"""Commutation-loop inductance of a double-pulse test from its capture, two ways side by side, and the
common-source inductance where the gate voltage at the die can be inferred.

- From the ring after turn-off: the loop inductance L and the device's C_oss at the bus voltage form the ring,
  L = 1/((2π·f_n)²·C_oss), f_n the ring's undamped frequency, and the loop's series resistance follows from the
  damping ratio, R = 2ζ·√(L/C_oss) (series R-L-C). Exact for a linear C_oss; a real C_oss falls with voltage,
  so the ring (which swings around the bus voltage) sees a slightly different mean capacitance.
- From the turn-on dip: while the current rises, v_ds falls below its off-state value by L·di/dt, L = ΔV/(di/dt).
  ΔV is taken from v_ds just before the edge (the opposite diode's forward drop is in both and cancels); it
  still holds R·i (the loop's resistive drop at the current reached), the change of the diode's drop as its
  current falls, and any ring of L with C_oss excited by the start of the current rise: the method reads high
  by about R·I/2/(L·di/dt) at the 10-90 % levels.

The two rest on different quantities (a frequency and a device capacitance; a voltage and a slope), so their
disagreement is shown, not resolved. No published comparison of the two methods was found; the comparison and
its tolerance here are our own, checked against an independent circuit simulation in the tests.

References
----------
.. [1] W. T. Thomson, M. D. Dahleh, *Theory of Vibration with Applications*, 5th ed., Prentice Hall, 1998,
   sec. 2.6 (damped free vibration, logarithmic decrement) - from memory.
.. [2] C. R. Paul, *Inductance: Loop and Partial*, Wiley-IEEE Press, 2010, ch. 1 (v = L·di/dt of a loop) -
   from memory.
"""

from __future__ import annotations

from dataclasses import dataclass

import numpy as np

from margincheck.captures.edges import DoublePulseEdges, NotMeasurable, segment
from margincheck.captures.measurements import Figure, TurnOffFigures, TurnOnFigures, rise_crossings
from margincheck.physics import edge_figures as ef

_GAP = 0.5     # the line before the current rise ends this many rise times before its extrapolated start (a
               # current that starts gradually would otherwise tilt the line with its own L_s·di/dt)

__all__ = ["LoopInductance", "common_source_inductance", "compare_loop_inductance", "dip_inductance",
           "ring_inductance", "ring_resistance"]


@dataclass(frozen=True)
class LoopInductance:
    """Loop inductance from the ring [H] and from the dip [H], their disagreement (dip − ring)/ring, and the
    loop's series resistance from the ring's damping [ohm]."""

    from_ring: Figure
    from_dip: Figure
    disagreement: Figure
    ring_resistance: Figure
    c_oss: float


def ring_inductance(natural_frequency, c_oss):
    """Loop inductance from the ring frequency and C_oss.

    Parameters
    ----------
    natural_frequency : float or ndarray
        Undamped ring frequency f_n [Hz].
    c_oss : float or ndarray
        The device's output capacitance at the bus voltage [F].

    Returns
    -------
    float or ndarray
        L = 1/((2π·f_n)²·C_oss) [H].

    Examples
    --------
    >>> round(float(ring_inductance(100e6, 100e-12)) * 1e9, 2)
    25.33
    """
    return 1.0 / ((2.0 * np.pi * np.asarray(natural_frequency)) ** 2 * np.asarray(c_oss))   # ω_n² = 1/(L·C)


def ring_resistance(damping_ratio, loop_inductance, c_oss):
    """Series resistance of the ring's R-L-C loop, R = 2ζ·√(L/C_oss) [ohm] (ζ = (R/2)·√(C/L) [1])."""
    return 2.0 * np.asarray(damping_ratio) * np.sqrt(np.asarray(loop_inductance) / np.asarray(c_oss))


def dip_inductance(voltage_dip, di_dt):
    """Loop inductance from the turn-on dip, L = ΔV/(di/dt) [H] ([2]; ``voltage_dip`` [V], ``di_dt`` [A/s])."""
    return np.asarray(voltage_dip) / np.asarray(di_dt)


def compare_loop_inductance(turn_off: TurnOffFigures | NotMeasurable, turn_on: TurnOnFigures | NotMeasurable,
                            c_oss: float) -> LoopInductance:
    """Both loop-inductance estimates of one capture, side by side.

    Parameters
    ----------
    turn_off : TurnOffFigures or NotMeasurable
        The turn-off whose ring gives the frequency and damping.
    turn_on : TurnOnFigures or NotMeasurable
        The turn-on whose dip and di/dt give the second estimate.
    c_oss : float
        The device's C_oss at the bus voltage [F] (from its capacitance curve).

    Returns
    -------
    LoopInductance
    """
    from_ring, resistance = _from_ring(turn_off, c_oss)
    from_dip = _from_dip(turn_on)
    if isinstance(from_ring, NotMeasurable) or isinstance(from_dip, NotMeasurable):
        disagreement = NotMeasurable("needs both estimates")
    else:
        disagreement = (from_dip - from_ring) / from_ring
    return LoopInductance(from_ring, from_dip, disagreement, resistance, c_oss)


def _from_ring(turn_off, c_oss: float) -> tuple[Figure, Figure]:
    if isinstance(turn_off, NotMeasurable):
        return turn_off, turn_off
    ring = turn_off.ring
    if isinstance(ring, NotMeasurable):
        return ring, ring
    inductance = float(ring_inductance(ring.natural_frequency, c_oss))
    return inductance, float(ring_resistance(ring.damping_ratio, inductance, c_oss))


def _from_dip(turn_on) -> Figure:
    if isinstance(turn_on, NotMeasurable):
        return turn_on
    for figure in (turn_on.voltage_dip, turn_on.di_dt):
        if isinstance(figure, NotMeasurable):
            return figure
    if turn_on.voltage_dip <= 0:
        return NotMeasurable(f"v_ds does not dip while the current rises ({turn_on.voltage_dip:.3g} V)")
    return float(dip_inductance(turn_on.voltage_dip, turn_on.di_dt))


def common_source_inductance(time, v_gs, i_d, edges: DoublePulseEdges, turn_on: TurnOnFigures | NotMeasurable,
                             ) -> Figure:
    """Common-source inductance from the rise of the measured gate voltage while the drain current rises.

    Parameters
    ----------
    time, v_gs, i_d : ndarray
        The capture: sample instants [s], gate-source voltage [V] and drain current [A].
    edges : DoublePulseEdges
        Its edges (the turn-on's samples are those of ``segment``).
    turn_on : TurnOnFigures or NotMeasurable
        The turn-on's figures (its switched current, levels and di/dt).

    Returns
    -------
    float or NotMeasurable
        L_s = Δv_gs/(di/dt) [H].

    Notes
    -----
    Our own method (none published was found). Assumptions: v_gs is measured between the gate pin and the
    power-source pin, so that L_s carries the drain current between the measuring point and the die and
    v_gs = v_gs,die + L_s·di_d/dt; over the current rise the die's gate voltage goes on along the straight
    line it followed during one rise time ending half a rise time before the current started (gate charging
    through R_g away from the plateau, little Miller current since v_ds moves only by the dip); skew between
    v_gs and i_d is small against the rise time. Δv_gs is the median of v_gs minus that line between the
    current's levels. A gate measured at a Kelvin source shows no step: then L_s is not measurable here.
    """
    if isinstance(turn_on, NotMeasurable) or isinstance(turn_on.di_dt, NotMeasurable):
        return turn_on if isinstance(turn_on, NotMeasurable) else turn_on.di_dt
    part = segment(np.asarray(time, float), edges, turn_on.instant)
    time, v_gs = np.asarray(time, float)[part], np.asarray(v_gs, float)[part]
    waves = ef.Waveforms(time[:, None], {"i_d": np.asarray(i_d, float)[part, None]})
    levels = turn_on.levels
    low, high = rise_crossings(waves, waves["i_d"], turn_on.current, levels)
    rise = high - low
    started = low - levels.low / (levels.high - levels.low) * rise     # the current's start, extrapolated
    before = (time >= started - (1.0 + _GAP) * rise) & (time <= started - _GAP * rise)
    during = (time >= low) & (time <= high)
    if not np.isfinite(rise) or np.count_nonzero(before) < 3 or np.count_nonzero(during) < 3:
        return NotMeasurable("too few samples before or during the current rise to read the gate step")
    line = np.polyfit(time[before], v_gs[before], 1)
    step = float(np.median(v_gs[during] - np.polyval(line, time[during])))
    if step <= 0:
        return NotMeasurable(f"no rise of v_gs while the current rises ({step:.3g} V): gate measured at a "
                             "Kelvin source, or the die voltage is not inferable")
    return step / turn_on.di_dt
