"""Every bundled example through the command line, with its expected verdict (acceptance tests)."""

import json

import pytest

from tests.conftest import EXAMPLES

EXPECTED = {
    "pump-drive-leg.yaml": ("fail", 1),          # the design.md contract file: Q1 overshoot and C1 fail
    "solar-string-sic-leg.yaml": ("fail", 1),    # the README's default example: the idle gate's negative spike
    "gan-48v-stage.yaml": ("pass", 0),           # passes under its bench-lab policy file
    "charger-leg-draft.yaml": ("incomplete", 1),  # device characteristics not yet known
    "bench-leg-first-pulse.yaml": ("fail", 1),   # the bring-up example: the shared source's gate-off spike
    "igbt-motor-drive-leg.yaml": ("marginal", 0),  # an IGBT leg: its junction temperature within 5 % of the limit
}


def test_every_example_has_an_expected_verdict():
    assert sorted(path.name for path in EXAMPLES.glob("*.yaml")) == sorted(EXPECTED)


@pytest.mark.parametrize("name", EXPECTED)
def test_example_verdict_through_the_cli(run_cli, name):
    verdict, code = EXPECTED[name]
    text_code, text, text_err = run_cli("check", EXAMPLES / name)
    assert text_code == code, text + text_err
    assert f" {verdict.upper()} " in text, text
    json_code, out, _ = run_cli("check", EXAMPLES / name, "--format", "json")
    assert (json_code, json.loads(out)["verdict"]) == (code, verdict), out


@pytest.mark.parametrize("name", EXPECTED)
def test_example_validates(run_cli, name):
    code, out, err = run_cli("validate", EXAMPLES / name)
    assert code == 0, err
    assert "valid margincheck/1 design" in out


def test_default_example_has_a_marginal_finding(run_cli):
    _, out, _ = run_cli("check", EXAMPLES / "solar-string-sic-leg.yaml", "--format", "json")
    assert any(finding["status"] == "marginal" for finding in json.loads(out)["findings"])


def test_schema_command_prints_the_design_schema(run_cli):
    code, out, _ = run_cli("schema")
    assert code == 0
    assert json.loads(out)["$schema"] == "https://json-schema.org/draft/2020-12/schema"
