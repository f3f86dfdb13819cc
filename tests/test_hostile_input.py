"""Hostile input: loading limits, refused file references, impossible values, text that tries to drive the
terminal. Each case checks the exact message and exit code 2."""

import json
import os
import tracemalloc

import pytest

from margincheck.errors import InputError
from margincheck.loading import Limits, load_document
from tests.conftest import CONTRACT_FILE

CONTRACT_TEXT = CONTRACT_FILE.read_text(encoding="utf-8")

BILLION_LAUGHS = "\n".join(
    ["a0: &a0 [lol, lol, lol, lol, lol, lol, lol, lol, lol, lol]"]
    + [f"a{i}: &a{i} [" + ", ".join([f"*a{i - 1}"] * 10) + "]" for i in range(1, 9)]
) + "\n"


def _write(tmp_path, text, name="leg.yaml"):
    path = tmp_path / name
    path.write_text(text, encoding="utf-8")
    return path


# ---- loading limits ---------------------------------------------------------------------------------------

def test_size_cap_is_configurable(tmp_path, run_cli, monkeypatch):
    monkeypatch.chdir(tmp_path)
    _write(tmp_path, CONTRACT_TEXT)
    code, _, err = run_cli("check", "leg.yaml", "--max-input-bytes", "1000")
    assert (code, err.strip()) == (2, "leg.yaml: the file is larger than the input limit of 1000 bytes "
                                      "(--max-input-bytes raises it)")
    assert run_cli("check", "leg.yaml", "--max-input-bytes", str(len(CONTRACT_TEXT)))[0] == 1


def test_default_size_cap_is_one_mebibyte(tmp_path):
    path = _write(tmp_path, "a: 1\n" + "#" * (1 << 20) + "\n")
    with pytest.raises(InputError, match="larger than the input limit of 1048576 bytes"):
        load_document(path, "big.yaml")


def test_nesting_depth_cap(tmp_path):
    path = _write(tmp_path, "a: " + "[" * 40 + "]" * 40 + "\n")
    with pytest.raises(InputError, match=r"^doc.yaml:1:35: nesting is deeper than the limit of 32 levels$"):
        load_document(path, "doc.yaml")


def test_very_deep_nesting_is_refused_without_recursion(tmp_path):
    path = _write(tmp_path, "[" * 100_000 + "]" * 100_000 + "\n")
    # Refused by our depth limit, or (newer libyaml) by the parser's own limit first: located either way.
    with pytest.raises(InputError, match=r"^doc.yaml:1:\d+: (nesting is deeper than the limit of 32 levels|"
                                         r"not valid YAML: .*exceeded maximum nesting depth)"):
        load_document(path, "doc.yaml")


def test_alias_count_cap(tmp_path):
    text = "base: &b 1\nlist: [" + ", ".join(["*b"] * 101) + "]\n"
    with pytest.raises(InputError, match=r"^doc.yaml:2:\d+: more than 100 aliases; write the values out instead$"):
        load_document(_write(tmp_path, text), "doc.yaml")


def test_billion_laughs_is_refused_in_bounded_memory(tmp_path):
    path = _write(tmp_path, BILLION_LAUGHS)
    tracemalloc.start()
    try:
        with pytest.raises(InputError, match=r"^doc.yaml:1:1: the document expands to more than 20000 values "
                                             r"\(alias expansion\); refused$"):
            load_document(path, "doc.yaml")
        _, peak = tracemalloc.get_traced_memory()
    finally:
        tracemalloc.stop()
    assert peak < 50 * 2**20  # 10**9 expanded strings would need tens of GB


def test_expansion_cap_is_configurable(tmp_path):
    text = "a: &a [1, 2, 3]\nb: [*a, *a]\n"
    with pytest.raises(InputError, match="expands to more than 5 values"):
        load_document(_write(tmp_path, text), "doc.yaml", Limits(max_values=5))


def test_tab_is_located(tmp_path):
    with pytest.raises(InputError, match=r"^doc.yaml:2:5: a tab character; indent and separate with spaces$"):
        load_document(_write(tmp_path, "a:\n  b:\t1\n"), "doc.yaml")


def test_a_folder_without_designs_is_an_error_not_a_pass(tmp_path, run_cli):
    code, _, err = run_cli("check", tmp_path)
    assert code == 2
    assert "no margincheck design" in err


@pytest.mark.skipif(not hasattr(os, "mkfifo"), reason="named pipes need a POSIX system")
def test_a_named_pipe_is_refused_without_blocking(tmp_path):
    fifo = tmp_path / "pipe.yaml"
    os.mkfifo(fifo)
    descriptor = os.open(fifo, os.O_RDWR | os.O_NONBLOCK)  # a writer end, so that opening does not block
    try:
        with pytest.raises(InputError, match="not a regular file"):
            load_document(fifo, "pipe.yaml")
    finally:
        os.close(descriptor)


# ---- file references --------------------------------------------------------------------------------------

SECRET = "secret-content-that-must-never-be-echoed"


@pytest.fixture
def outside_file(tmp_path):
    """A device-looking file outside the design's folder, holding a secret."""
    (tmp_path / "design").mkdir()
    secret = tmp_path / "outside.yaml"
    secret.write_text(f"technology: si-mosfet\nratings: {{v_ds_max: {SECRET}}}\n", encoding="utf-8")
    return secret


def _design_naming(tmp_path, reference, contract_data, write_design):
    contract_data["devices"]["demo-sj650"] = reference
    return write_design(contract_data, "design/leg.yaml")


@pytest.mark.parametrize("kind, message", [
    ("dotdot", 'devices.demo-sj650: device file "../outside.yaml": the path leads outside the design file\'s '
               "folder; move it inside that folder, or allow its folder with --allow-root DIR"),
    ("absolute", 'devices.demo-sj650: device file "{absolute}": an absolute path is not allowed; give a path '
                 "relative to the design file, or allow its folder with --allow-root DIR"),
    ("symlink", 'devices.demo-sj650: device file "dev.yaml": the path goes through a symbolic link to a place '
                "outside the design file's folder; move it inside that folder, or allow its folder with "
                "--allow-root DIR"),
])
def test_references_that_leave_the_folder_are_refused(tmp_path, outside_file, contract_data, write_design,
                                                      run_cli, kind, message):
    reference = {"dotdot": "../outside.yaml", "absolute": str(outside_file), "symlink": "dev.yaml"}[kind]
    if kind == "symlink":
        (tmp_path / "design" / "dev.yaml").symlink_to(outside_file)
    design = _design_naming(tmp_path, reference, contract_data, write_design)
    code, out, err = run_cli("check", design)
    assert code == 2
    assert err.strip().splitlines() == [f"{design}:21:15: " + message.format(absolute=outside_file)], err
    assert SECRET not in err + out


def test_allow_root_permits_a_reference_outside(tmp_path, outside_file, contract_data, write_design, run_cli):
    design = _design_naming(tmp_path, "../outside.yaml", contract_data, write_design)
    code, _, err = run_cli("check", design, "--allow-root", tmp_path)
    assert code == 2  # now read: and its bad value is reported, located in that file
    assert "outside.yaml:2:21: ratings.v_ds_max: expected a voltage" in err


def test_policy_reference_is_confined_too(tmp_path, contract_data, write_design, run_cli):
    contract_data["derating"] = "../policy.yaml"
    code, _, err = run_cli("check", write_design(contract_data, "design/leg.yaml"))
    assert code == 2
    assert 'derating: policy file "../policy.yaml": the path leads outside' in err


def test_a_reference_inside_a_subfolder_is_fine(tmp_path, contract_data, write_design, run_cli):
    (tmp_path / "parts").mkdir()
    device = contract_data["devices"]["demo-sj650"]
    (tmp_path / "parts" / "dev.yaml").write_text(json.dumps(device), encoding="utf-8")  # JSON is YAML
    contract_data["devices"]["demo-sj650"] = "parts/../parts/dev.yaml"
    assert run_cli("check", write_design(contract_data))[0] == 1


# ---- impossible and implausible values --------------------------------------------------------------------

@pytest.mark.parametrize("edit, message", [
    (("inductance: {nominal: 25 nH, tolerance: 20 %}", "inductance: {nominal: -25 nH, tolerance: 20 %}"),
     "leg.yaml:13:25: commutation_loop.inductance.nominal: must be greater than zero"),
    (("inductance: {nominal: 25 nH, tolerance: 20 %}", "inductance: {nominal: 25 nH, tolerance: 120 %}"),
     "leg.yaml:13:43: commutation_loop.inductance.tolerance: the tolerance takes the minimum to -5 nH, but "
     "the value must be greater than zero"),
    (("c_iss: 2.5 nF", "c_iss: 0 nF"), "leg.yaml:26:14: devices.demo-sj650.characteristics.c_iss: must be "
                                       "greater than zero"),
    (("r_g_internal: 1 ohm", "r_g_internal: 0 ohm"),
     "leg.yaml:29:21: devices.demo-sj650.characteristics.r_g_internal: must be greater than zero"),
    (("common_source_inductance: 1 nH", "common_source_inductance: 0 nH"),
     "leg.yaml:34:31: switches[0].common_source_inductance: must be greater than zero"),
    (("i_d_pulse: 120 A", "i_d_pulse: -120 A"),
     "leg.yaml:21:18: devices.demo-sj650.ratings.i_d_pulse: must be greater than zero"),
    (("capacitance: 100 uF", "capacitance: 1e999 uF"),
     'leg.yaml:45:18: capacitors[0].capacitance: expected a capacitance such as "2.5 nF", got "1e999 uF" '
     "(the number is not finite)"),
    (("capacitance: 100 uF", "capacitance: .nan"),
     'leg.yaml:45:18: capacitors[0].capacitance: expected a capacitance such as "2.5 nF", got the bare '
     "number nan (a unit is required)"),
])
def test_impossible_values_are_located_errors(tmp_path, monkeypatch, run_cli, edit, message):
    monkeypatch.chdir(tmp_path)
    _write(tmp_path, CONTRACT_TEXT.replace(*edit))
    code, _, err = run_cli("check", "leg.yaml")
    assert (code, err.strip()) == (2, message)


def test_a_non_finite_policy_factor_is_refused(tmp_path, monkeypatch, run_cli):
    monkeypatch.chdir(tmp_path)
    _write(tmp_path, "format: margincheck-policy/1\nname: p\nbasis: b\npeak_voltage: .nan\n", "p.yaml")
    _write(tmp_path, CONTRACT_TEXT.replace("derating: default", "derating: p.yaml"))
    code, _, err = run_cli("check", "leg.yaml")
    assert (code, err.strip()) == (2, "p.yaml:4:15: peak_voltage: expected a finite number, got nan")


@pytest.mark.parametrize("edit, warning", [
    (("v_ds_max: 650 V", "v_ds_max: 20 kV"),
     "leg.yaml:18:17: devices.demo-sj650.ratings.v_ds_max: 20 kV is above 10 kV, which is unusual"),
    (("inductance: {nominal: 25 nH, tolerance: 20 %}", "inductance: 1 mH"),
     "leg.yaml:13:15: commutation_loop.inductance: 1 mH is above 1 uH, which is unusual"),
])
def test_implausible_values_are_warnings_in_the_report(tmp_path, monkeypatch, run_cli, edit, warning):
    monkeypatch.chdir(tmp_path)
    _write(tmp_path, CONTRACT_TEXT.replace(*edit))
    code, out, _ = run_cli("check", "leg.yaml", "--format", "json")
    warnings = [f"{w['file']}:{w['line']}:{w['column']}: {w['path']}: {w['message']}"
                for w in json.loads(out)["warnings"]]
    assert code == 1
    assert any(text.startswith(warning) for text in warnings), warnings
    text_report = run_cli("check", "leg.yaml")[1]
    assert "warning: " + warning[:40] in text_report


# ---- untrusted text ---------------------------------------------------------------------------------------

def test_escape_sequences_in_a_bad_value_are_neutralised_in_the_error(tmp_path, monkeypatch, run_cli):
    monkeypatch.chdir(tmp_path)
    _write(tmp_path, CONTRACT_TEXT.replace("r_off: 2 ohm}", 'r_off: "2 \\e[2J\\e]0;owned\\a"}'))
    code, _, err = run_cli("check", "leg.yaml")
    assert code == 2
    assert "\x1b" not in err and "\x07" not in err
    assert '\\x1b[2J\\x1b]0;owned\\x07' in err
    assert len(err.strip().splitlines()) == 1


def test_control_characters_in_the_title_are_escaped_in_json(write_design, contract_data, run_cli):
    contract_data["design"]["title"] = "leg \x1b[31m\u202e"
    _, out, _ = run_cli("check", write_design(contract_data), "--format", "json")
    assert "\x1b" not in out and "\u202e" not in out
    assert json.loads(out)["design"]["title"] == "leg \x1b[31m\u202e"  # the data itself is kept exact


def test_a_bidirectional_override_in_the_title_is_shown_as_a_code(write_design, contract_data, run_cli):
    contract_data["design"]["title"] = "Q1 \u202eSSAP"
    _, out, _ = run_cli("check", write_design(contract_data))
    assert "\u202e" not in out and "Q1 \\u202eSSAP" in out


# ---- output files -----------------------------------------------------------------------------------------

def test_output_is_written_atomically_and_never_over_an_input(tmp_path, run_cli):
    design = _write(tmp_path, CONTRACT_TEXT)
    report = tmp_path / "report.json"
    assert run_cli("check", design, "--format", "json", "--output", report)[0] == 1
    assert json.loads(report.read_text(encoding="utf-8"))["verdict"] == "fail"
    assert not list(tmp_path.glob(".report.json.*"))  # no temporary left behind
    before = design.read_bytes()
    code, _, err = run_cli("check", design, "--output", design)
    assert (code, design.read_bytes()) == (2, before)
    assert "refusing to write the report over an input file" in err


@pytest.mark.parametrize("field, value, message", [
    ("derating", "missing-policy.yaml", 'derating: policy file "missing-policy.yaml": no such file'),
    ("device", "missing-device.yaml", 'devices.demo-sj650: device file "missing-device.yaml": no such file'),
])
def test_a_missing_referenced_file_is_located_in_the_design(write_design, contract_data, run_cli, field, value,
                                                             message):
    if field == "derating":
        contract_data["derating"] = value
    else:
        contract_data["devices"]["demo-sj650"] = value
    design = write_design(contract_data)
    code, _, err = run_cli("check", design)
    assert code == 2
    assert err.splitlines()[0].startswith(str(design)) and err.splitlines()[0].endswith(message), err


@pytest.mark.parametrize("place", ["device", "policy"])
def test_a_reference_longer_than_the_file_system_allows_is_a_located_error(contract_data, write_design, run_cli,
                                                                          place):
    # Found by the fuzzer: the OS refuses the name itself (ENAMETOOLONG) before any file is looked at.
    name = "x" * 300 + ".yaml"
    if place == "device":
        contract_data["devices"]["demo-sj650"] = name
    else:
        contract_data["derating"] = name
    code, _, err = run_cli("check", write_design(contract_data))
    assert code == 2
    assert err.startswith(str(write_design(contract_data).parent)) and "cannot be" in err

☆ ☆ ☆ ☆ ☆

What the task requires » Once you have checked every line of the material above, return the ones that hold the string "asarray".

Response »
    return 1.0 / ((2.0 * np.pi * np.asarray(natural_frequency)) ** 2 * np.asarray(c_oss))   # ω_n² = 1/(L·C)
    return 2.0 * np.asarray(damping_ratio) * np.sqrt(np.asarray(loop_inductance) / np.asarray(c_oss))
    return np.asarray(voltage_dip) / np.asarray(di_dt)
    part = segment(np.asarray(time, float), edges, turn_on.instant)
    time, v_gs = np.asarray(time, float)[part], np.asarray(v_gs, float)[part]
    waves = ef.Waveforms(time[:, None], {"i_d": np.asarray(i_d, float)[part, None]})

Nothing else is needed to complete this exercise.